Audit Committee Report
This report is furnished by the Audit
Committee of the Board of Directors with respect to NTICs financial statements
for the fiscal year ended August 31, 2007.
One of the purposes of the Audit Committee
is to oversee NTICs accounting and financial reporting processes and the audit
of NTICs annual financial statements. NTICs management is responsible for the
preparation and presentation of complete and accurate financial statements.
NTICs independent registered public accounting firm, Virchow Krause &
Company LLP, is responsible for performing an independent audit of NTICs
financial statements in accordance with the standards of the Public Company
Accounting Oversight Board (United States) and for issuing a report on their
audit.
11
In performing its oversight role, the
Audit Committee has reviewed and discussed NTICs audited financial statements
for the fiscal year ended August 31, 2007 with NTICs management. Management
represented to the Audit Committee that NTICs consolidated financial statements
were prepared in accordance with generally accepted accounting principles.
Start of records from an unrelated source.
def test_scheduler_without_the_dask_engine(tmp_path):
    path = _csv300(tmp_path)
    result = cli("scan", path, "--target", "y", "--scheduler", "tcp://127.0.0.1:1")
    assert_one_line_exit_2(result, "--scheduler", "--engine dask")
    with pytest.raises(SettingError, match="scheduler.*engine='dask'") as info:
        fa.audit(_table300(), target="y", scheduler="tcp://127.0.0.1:1")
    assert "--" not in str(info.value)


@pytest.mark.parametrize("flag, values", [("--target", ["y", "a"]), ("--seed", ["1", "2"])])
def test_a_flag_given_twice(tmp_path, flag, values):
    path = _csv300(tmp_path)
    result = cli("scan", path, flag, values[0], "--target", "y", f"{flag}={values[1]}")
    assert_one_line_exit_2(result, flag, "more than once")


def test_negative_horizon(tmp_path):
    path = _csv300(tmp_path)
    result = cli("scan", path, "--target", "y", "--label-time", "when", "--horizon", "-5d")
    assert_one_line_exit_2(result, "--horizon", "'-5d'", "negative")
    with pytest.raises(SettingError, match="horizon"):
        fa.audit(_table300(), target="y", label_time="when", horizon="-P5D")


def test_multiclass_asked_of_a_continuous_target(tmp_path):
    frame = _table300().assign(y=lambda f: f["a"] * 3.7 + 0.01)
    with pytest.raises(TargetError, match="--task numeric|task='numeric'"):
        fa.audit(frame, target="y", task="multiclass")
    path = _csv300(tmp_path, frame)
    result = cli("scan", path, "--target", "y", "--task", "multiclass", "--out", tmp_path / "r")
    assert_one_line_exit_2(result, "'y'", "--task numeric")
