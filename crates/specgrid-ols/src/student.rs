//! Student-t reference distribution: two-sided p-values and interval quantiles.

use statrs::distribution::{ContinuousCDF, StudentsT};
use statrs::function::beta::beta_reg;
use statrs::function::gamma::ln_gamma;

use crate::lockstep::advance_pair;

/// Caches t quantiles, and the log-beta prefix of the p-value, by degrees of freedom (a call
/// sees only a few distinct values).
#[derive(Debug)]
pub(crate) struct TQuantiles {
    /// Upper tail probability of the interval's upper end, (1 − level)/2.
    tail: f64,
    cache: Vec<(f64, f64)>,
    /// (df, ln Γ(df/2 + 1/2) − ln Γ(df/2) − ln Γ(1/2)).
    log_beta: Vec<(f64, f64)>,
}

impl TQuantiles {
    /// Quantiles for two-sided intervals at `confidence_level`.
    pub fn new(confidence_level: f64) -> Self {
        TQuantiles {
            tail: (1.0 - confidence_level) / 2.0,
            cache: Vec::new(),
            log_beta: Vec::new(),
        }
    }

    /// [`two_sided_p`] with the incomplete beta function's log-gamma prefix computed once per
    /// df: the same value bit for bit (tested against `statrs`), at about half the cost, which
    /// matters when millions of models share a handful of df values.
    pub fn p_value(&mut self, t: f64, df: f64) -> f64 {
        self.prepare(t, df).finish()
    }

    /// [`Self::p_value`] for two statistics at once, each the same double as alone: the two
    /// continued fractions advance in lockstep, so the processor overlaps their chains of
    /// divisions (each step waits on the one before; the fraction was most of the per-model
    /// finish, docs/performance.md, session 7).
    pub fn p_value_pair(&mut self, first: (f64, f64), second: (f64, f64)) -> (f64, f64) {
        match (
            self.prepare(first.0, first.1),
            self.prepare(second.0, second.1),
        ) {
            (Prepared::Fraction(a), Prepared::Fraction(b)) => {
                let mut lanes = [a, b];
                advance_pair(&mut lanes, [false; 2], STEPS, Fraction::step);
                (lanes[0].value(), lanes[1].value())
            }
            (a, b) => (a.finish(), b.finish()),
        }
    }

    /// The p-value of t at df, or the continued fraction that gives it.
    fn prepare(&mut self, t: f64, df: f64) -> Prepared {
        if t.is_nan() || df.is_nan() || df <= 0.0 {
            return Prepared::Done(f64::NAN);
        }
        if t.is_infinite() {
            return Prepared::Done(0.0);
        }
        let x = (df / (df + t * t)).clamp(0.0, 1.0);
        // Where statrs takes its special branch (x at 0 or within 1e-15 of 1), ask statrs.
        if x == 0.0 || x > 1.0 - 1e-12 {
            return Prepared::Done(beta_reg(df / 2.0, 0.5, x));
        }
        let prefix = match self.log_beta.iter().find(|(d, _)| *d == df) {
            Some(&(_, c)) => c,
            None => {
                let (a, b) = (df / 2.0, 0.5);
                let c = ln_gamma(a + b) - ln_gamma(a) - ln_gamma(b);
                self.log_beta.push((df, c));
                c
            }
        };
        Prepared::Fraction(Fraction::start(df / 2.0, 0.5, x, prefix))
    }

    /// The upper (1 + level)/2 quantile of Student t with `df` degrees of freedom.
    pub fn quantile(&mut self, df: f64) -> f64 {
        if let Some(&(_, q)) = self.cache.iter().find(|(d, _)| *d == df) {
            return q;
        }
        let q = match StudentsT::new(0.0, 1.0, df) {
            Ok(t) => t.inverse_cdf(1.0 - self.tail),
            Err(_) => f64::NAN,
        };
        self.cache.push((df, q));
        q
    }
}

/// Two-sided p-value P(|T| ≥ |t|) for Student t with `df` degrees of freedom, via the regularised
/// incomplete beta function, I_{df/(df+t²)}(df/2, 1/2), which keeps accuracy for tiny p-values
/// (Abramowitz & Stegun 26.7.1). NaN for a NaN statistic or df ≤ 0.
pub(crate) fn two_sided_p(t: f64, df: f64) -> f64 {
    if t.is_nan() || df.is_nan() || df <= 0.0 {
        return f64::NAN;
    }
    if t.is_infinite() {
        return 0.0;
    }
    let x = df / (df + t * t);
    beta_reg(df / 2.0, 0.5, x.clamp(0.0, 1.0))
}

/// A p-value found at once, or the continued fraction still to evaluate.
enum Prepared {
    Done(f64),
    Fraction(Fraction),
}

impl Prepared {
    /// The p-value, evaluating the fraction alone if there is one.
    fn finish(self) -> f64 {
        match self {
            Prepared::Done(p) => p,
            Prepared::Fraction(f) => f.evaluate(),
        }
    }
}

/// The fraction's step numbers (statrs stops after step 140 whether or not it converged).
const STEPS: std::ops::Range<i32> = 1..141;

/// statrs' F64_PREC.
const F64_PREC: f64 = 0.000_000_000_000_000_111_022_302_462_515_65;

/// The fraction's floor against division by zero (statrs' `fpmin`).
const FPMIN: f64 = f64::MIN_POSITIVE / F64_PREC;

/// The regularised incomplete beta function I_x(a, b) for 0 < x < 1, given the prefix
/// ln Γ(a + b) − ln Γ(a) − ln Γ(b): the continued fraction of Numerical Recipes (3rd ed.,
/// sec. 6.4, `betacf`, modified Lentz) exactly as `statrs::function::beta::checked_beta_reg`
/// 0.19 evaluates it (MIT licence), operation for operation, so the result is the same double.
/// Only the prefix is hoisted out: statrs recomputes three log-gammas on every call. Split into
/// [`Fraction::start`], [`Fraction::step`] and [`Fraction::value`] so two fractions can
/// advance side by side ([`TQuantiles::p_value_pair`]) doing the same operations as one alone.
struct Fraction {
    bt: f64,
    symm_transform: bool,
    a: f64,
    b: f64,
    x: f64,
    qab: f64,
    qap: f64,
    qam: f64,
    c: f64,
    d: f64,
    h: f64,
}

impl Fraction {
    /// The fraction for I_x(a, b) before its first step.
    fn start(a: f64, b: f64, x: f64, prefix: f64) -> Fraction {
        let bt = (prefix + a * x.ln() + b * (1.0 - x).ln()).exp();
        let symm_transform = x >= (a + 1.0) / (a + b + 2.0);
        let (a, b, x) = if symm_transform {
            (b, a, 1.0 - x)
        } else {
            (a, b, x)
        };
        let qab = a + b;
        let qap = a + 1.0;
        let qam = a - 1.0;
        let c = 1.0;
        let mut d = 1.0 - qab * x / qap;
        if d.abs() < FPMIN {
            d = FPMIN;
        }
        d = 1.0 / d;
        Fraction {
            bt,
            symm_transform,
            a,
            b,
            x,
            qab,
            qap,
            qam,
            c,
            d,
            h: d,
        }
    }

    /// Step `m` (one of [`STEPS`]) of the fraction; true when it has converged (statrs'
    /// `break`).
    fn step(&mut self, m: i32) -> bool {
        let (a, b, x) = (self.a, self.b, self.x);
        let m = f64::from(m);
        let m2 = m * 2.0;
        let mut aa = m * (b - m) * x / ((self.qam + m2) * (a + m2));
        lentz_update(aa, FPMIN, &mut self.c, &mut self.d);
        self.h = self.h * self.d * self.c;
        aa = -(a + m) * (self.qab + m) * x / ((a + m2) * (self.qap + m2));
        lentz_update(aa, FPMIN, &mut self.c, &mut self.d);
        let del = self.d * self.c;
        self.h *= del;
        (del - 1.0).abs() <= F64_PREC
    }

    /// I_x(a, b) from the fraction as far as it went.
    fn value(&self) -> f64 {
        if self.symm_transform {
            1.0 - self.bt * self.h / self.a
        } else {
            self.bt * self.h / self.a
        }
    }

    /// Runs the fraction alone to convergence (or its last step) and returns its value.
    fn evaluate(mut self) -> f64 {
        for m in STEPS {
            if self.step(m) {
                break;
            }
        }
        self.value()
    }
}

/// One modified-Lentz update of the continued fraction's C and D by the partial numerator
/// `aa` (both kept away from zero by `fpmin`), in statrs' order of operations; the caller
/// multiplies h by D·C in its own order, which the two half-steps of `betacf` differ in.
fn lentz_update(aa: f64, fpmin: f64, c: &mut f64, d: &mut f64) {
    *d = 1.0 + aa * *d;
    if d.abs() < fpmin {
        *d = fpmin;
    }
    *c = 1.0 + aa / *c;
    if c.abs() < fpmin {
        *c = fpmin;
    }
    *d = 1.0 / *d;
}

#[cfg(test)]
mod tests {
    use super::*;

    #[test]
    fn textbook_t_table_values() {
        // t tables (e.g. Abramowitz & Stegun table 26.10): t_{0.975, 10} = 2.228139, and
        // t_{0.975, 1} = 12.7062.
        let mut q = TQuantiles::new(0.95);
        assert!((q.quantile(10.0) - 2.228_138_85).abs() < 1e-6);
        assert!((q.quantile(1.0) - 12.706_204_7).abs() < 1e-5);
        assert!((two_sided_p(2.228_138_85, 10.0) - 0.05).abs() < 1e-8);
        assert!(two_sided_p(f64::NAN, 3.0).is_nan());
    }

    #[test]
    fn cached_prefix_p_values_equal_statrs_bit_for_bit() {
        // The reference is statrs' own incomplete beta (a general-purpose library from the
        // registry): the hoisted prefix must not change a single bit.
        let mut q = TQuantiles::new(0.95);
        let dfs = [
            1.0, 2.0, 3.0, 7.0, 29.0, 142.0, 143.0, 1_000.0, 99_960.0, 2.5,
        ];
        let ts = [
            0.0, 1e-8, 0.01, 0.3, 1.0, 1.96, 2.5, 4.0, 8.0, 30.0, 1e3, 1e8, -2.0, -40.0,
        ];
        for &df in &dfs {
            for &t in &ts {
                let ours = q.p_value(t, df);
                let reference = two_sided_p(t, df);
                assert_eq!(ours.to_bits(), reference.to_bits(), "t = {t}, df = {df}");
            }
        }
        assert!(q.p_value(f64::NAN, 3.0).is_nan());
        assert_eq!(q.p_value(f64::INFINITY, 3.0), 0.0);
    }

    #[test]
    fn paired_p_values_equal_single_ones_bit_for_bit() {
        // Every pair of (t, df), special branches included (NaN, infinite t, x at 1), against
        // the single evaluation, which the test above ties to statrs.
        let mut q = TQuantiles::new(0.95);
        let cases: Vec<(f64, f64)> = [1.0, 7.0, 143.0, 99_960.0]
            .iter()
            .flat_map(|&df| {
                [
                    0.0,
                    1e-8,
                    0.3,
                    1.96,
                    4.0,
                    30.0,
                    1e8,
                    f64::NAN,
                    f64::INFINITY,
                ]
                .map(|t| (t, df))
            })
            .collect();
        for &first in &cases {
            for &second in &cases {
                let (a, b) = q.p_value_pair(first, second);
                let (ra, rb) = (q.p_value(first.0, first.1), q.p_value(second.0, second.1));
                assert_eq!(a.to_bits(), ra.to_bits(), "{first:?} beside {second:?}");
                assert_eq!(b.to_bits(), rb.to_bits(), "{second:?} beside {first:?}");
            }
        }
    }
}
The
Audit Committee has discussed with Virchow Krause & Company LLP, NTICs
independent registered public accounting firm, the matters required to be
discussed by Statement on Auditing Standards No. 61, Communication with Audit
Committees (Codification of Statements on Auditing Standards, AU 380), as in
effect for NTICs fiscal year ended August 31, 2007. The Audit Committee has
received the written disclosures and the letter from Virchow Krause &
Company LLP required by Independence Standards Board Standard No. 1
(Independence Discussions with Audit Committees), as in effect for NTICs fiscal
year ended August 31, 2007. The Audit Committee has discussed with Virchow
Krause & Company LLP its independence and concluded that the independent
registered public accounting firm is independent from NTIC and NTICs
management.
Based on the review and discussions of the
Audit Committee described above, in reliance on the unqualified opinion of
Virchow Krause & Company LLP regarding NTICs audited financial statements,
and subject to the limitations on the role and responsibilities of the Audit
Committee discussed above and in the Audit Committees charter, the Audit
Committee recommended to the Board of Directors that NTICs audited financial
statements for the fiscal year ended August 31, 2007 be included in its Annual
Report on Form 10-KSB for the fiscal year ended August 31, 2007 for filing with
the Securities and Exchange Commission.
This report is dated as of November 15,
2007.
Audit
Committee
Mark J.
Stone, Chair
Pierre
Chenu
Mark M. Mayers
The foregoing Audit Committee Report
shall not be deemed to be soliciting material or to be filed with the
Securities and Exchange Commission or subject to Regulation 14A or 14C under the
Securities Exchange Act of 1934, as amended, or to the liabilities of Section 18
of that act. Notwithstanding anything to the contrary set forth in any of our
previous filings under the Securities Act of 1933, as amended, or the Securities
Exchange Act of 1934, as amended, that might incorporate future filings,
including this proxy statement, in whole or in part, the Audit Committee Report
shall not be incorporated by reference into any such filings
.
Compensation Committee
Responsibilities
. The Compensation Committee provides assistance to the Board
of Directors in fulfilling its oversight responsibility relating to compensation
of our chief executive officer and other executive officers and administers our
equity compensation plans. In so doing, the Compensation Committee, among other
things:
-
recommends to the Board of Directors for its
determination, the annual salaries, incentive compensation, long-term
compensation and any and all other compensation applicable to the our
executive officers;
-
establishes, and from time to time reviews and revises,
corporate goals and objectives with respect to compensation for our executive
officers and establishes and leads a process for the full
Board of Directors to evaluate the performance of our executive
officers in light of those goals and objectives; and
-
administers our equity compensation plans and recommends to
the Board of Directors for its determination grants of options or other
equity-based awards for executive officers, employees and independent
consultants under our equity compensation plans.
12
The Compensation Committee operates under
a written charter adopted by the Board of Directors, which can be found on the
Investor Relations-Corporate Governance Items section of our corporate website
www.ntic.com. A printed copy of such charter is also available to any
stockholder upon request to our Corporate Secretary at Northern Technologies
International Corporation, 4201 Woodland Road, Circle Pines, Minnesota 55014 or
by telephone at (763) 225-6637.
Composition
. The current members of the Compensation Committee are Mr. Mayers and
Dr. Rosenbaum. Dr. Rosenbaum is the current chair
of the Compensation Committee. Prior to leaving the Board of Directors in
January 2007, Mr. Coulombe served as a member of the Compensation Committee.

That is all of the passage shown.